See P-51 Mustang ‘Gunfighter’ at Council Bluffs Municipal Airport and at airshow
By Mike Whye
Jim Mason takes his time as he rubs sandpaper across the hub of a wheel that is lying on a work bench in front of him in a hangar at the Council Bluffs Municipal Airport. The work could go faster if he used a power sander, but he refuses to use one.
“A power tool will take too much off,” he said of the grime on the hub which belongs to the P-51 Mustang that’s a few feet behind him. Even though it was on jacks, the slender airplane looked willing to go through the hangar doors on its own for the sky beyond.
“We baby this airplane,” he said of the single-propeller-driven plane festooned with a paint scheme of gray, green and yellow with red accents.

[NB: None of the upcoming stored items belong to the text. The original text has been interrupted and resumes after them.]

#include "solve/newton_solver.h"

#include "common/error.h"

#include <Eigen/LU>

#include <cmath>
#include <limits>

namespace cw::solve {

namespace {

constexpr double kArmijo = 1e-4;        // sufficient decrease (Dennis and Schnabel, A6.3.1)
constexpr double kMinimumStep = 1e-10;  // smallest fraction of the Newton step tried

Eigen::VectorXd orOnes(const Eigen::VectorXd& v, Eigen::Index n) {
  return v.size() == n ? v : Eigen::VectorXd::Ones(n);
}

double scaledMax(const Eigen::VectorXd& f, const Eigen::VectorXd& scale) {
  return f.size() == 0 ? 0.0 : f.cwiseAbs().cwiseQuotient(scale).maxCoeff();
}

double merit(const Eigen::VectorXd& f, const Eigen::VectorXd& scale) {
  return 0.5 * f.cwiseQuotient(scale).squaredNorm();
}

/// Forward differences, one column per unknown (Dennis and Schnabel, sec. 5.4).
Eigen::MatrixXd differenceJacobian(const NonlinearSystem& system, const Eigen::VectorXd& x,
                                   const Eigen::VectorXd& fx, const Eigen::VectorXd& typicalX) {
  const double root = std::sqrt(std::numeric_limits<double>::epsilon());
  Eigen::MatrixXd jacobian(fx.size(), x.size());
  for (Eigen::Index j = 0; j < x.size(); ++j) {
    Eigen::VectorXd shifted = x;
    const double h0 = root * std::max(std::abs(x(j)), std::abs(typicalX(j)));
    shifted(j) += h0;
    const double h = shifted(j) - x(j);  // the step actually taken, exact in binary
    jacobian.col(j) = (system.residuals(shifted) - fx) / h;
  }
  return jacobian;
}

}  // namespace

NewtonResult solveNewton(const NonlinearSystem& system, const Eigen::VectorXd& x0,
                         const NewtonOptions& options) {
  NewtonResult result;
  result.x = x0;
  result.residuals = system.residuals(x0);
  const Eigen::VectorXd scale = orOnes(options.residualScale, result.residuals.size());
  const Eigen::VectorXd typicalX = orOnes(options.typicalX, x0.size());
  if (!result.residuals.allFinite()) {
    result.status = NewtonStatus::NotFinite;
    result.scaledResidual = std::numeric_limits<double>::max();
    return result;
  }
  result.scaledResidual = scaledMax(result.residuals, scale);
  for (result.iterations = 0; result.iterations < options.maxIterations; ++result.iterations) {
    if (result.scaledResidual <= options.residualTolerance) {
      result.status = NewtonStatus::Converged;
      return result;
    }
    const Eigen::MatrixXd jacobian = system.jacobian
                                         ? system.jacobian(result.x)
                                         : differenceJacobian(system, result.x, result.residuals, typicalX);
    const Eigen::FullPivLU<Eigen::MatrixXd> lu(jacobian);
    if (!jacobian.allFinite() || !lu.isInvertible()) {
      result.status = NewtonStatus::SingularJacobian;
      return result;
    }
    const Eigen::VectorXd step = lu.solve(-result.residuals);
    // The merit's slope along the step is -|F|^2 (scaled), so Armijo asks for a fall of
    // kArmijo * lambda * 2 * merit.
    const double meritNow = merit(result.residuals, scale);
    bool accepted = false, anyFinite = false;
    for (double lambda = 1.0; lambda >= kMinimumStep; lambda *= 0.5) {
      Eigen::VectorXd trial = result.x + lambda * step;
      Eigen::VectorXd f = system.residuals(trial);
      if (!f.allFinite()) continue;
      anyFinite = true;
      if (merit(f, scale) <= (1.0 - 2.0 * kArmijo * lambda) * meritNow) {
        result.x = std::move(trial);
        result.residuals = std::move(f);
        accepted = true;
        break;
      }
    }
    if (!accepted) {
      result.status = anyFinite ? NewtonStatus::NoDescent : NewtonStatus::NotFinite;
      return result;
    }
    result.scaledResidual = scaledMax(result.residuals, scale);
  }
  result.status = result.scaledResidual <= options.residualTolerance ? NewtonStatus::Converged
                                                                     : NewtonStatus::IterationLimit;
  return result;
}

std::string describe(NewtonStatus status) {
  switch (status) {
    case NewtonStatus::Converged:
      return "converged";
    case NewtonStatus::SingularJacobian:
      return "the Jacobian is singular (no unique Newton step)";
    case NewtonStatus::NoDescent:
      return "no step reduces the residuals (no root near the start)";
    case NewtonStatus::NotFinite:
      return "the residuals are not finite along the step";
    case NewtonStatus::IterationLimit:
      return "the iteration limit was reached";
  }
  return "unknown status";
}

Eigen::VectorXd solveNewtonOrThrow(const NonlinearSystem& system, const Eigen::VectorXd& x0,
                                   const std::string& where, const NewtonOptions& options) {
  NewtonResult result = solveNewton(system, x0, options);
  if (result.converged()) return std::move(result.x);
  if (result.status == NewtonStatus::IterationLimit)
    throw NotConverged(where, result.iterations, result.scaledResidual);
  throw NoSolution(
      where,
      "Newton's method stopped: " + describe(result.status) + " after " + std::to_string(result.iterations) +
          " iterations (scaled residual " + messageNumber(result.scaledResidual) + ")",
      {kReasonNewtonStopped, {}, {{double(result.iterations), ""}, {result.scaledResidual, ""}}, {}});
}

}  // namespace cw::solve
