#include "trade_study/study_chart.h"

#include "charts/colours.h"
#include "charts/line_end_labels.h"
#include "charts/readout_picker.h"
#include "trade_study/study_names.h"

#include <qwt_legend.h>
#include <qwt_picker_machine.h>
#include <qwt_plot_canvas.h>
#include <qwt_plot_curve.h>
#include <qwt_plot_grid.h>
#include <qwt_plot_legenditem.h>
#include <qwt_plot_marker.h>
#include <qwt_plot_picker.h>
#include <qwt_plot_textlabel.h>
#include <qwt_scale_map.h>
#include <qwt_symbol.h>
#include <qwt_text.h>

#include <QEvent>
#include <QLocale>

#include <algorithm>
#include <cmath>
#include <limits>
#include <optional>

namespace cw::gui {

namespace {

using study::StudyPoint;
using study::TradeStudy;

const char* const kSpecificThrust = "specific_thrust_N_s_per_kg";
const char* const kTsfc = "tsfc_g_per_kN_s";

/// A value for a line's label: up to five significant digits, no trailing zeros, the locale's
/// decimal point, never NaN (the study's inputs are finite).
QString compactNumber(double shown) {
  QLocale locale;
  locale.setNumberOptions(QLocale::OmitGroupSeparator);
  if (!std::isfinite(shown)) return locale.toString(0);
  if (std::fabs(shown) < 1e-12) shown = 0.0;  // no "-0" or "1e-17" at a computed zero
  return locale.toString(shown, 'g', 5);
}

/// The order in which labels are placed: both ends first, then the middles of the gaps between
/// those placed, so that on a crowded chart the labels left are spread over the lines.
std::vector<int> spreadOrder(int n) {
  std::vector<int> order;
  if (n <= 0) return order;
  order.push_back(n - 1);
  if (n > 1) order.push_back(0);
  std::vector<std::pair<int, int>> gaps{{0, n - 1}};
  while (!gaps.empty()) {
    std::vector<std::pair<int, int>> next;
    for (const auto& [a, b] : gaps) {
      if (b - a < 2) continue;
      const int m = (a + b) / 2;
      order.push_back(m);
      next.emplace_back(a, m);
      next.emplace_back(m, b);
    }
    gaps = std::move(next);
  }
  return order;
}

/// The range an axis scales to: all the values, but no farther than half the span of the middle
/// nine tenths beyond it on either side, so that a few points at the edge of having a cycle
/// (thrust near zero, TSFC in the thousands) do not squeeze the rest into a corner.
std::pair<double, double> bulkRange(std::vector<double> values) {
  if (values.empty()) return {0.0, -1.0};
  std::sort(values.begin(), values.end());
  const auto at = [&](double q) {
    return values[static_cast<std::size_t>(q * double(values.size() - 1) + 0.5)];
  };
  const double q05 = at(0.05), q95 = at(0.95), reach = 0.5 * std::max(q95 - q05, 1e-12 * std::fabs(q95));
  return {std::max(values.front(), q05 - reach), std::min(values.back(), q95 + reach)};
}

QPen linePen(StudyChart::Family family, bool overlay, StudyOverlay kind, StudyPlot plot) {
  if (overlay) {
    const QColor colour = kind == StudyOverlay::IdealTwin ? kOkabeItoOrange : kOkabeItoReddishPurple;
    const bool second = family == StudyChart::Family::ConstantSecond && plot == StudyPlot::Carpet;
    return QPen(colour, second ? 1.3 : 1.8, second ? Qt::DashDotLine : Qt::DashLine);
  }
  if (family == StudyChart::Family::ConstantSecond && plot == StudyPlot::Carpet)
    return QPen(kOkabeItoGreen, 2.0, Qt::DotLine);
  return QPen(kOkabeItoBlue, 2.0, Qt::SolidLine);
}

}  // namespace

StudyChart::StudyChart(DisplayUnits& units, QWidget* parent)
    : ChartBase(parent), units_(units), columns_(study::everyStudyColumn()) {
  setObjectName("studyChart");
  setMinimumSize(240, 180);

  insertStudyLegend();
  legendItem_ = makeLegendItem(Qt::AlignTop | Qt::AlignHCenter, 2, 0.8);
  legendItem_->setMargin(2);
  legendItem_->setItemMargin(0);

  design_ = new QwtPlotMarker;
  design_->setZ(50);
  design_->setItemAttribute(QwtPlotItem::AutoScale, false);
  design_->setItemAttribute(QwtPlotItem::Legend, true);
  design_->setLegendIconSize(QSize(14, 14));
  design_->setLabelAlignment(Qt::AlignRight | Qt::AlignTop);
  design_->setSpacing(3);

  labels_ = new LineEndLabels;
  labels_->setLegend(legendItem_);
  labels_->attach(this);

  hintLabel_ = new QwtPlotTextLabel;
  hintLabel_->setZ(99);
  hintLabel_->attach(this);

  picker_ = new ReadoutPicker(this, [this](const QPoint& p) { return readoutAt(p); });

  applyPalette();
  retranslateUi();
  connect(&units_, &DisplayUnits::changed, this, [this] {
    retranslateUi();
    rebuild();
  });
  rebuild();
  finishConstruction();
}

Near him, others have removed panels from the wings and fuselage to peer inside the plane with flashlights. They also run their fingers along electrical and control cables, fuel lines, oil lines and more, feeling for the slightest imperfection that could keep this plane from flying.
This is the annual maintenance check of the P-51 Mustang, which has a rootin’ tootin’ two-gun totin’ cartoon character with the name “Gunfighter” emblazoned on its long sleek nose. Since the 1980s, shortly after now-retired U.S. Air Force Brig. Gen. Regis Urschler bought it from a previous owner, Gunfighter has become one of the more recognized aircrafts flying in air shows across the nation.
At the end of each airshow season, which lasts May through October, the plane is closely examined. The P-51 Mustang’s landing gear is removed, the canopy carefully lifted off to provide easy access to the cockpit and every fastener and electrical circuit is checked. The mighty 1,490-horsepower Merlin engine, that gulps a gallon of aviation gas a minute when flying, also goes to pieces, so to speak. The engine block is painted fire-engine red which makes it easy to spot any oil leaks.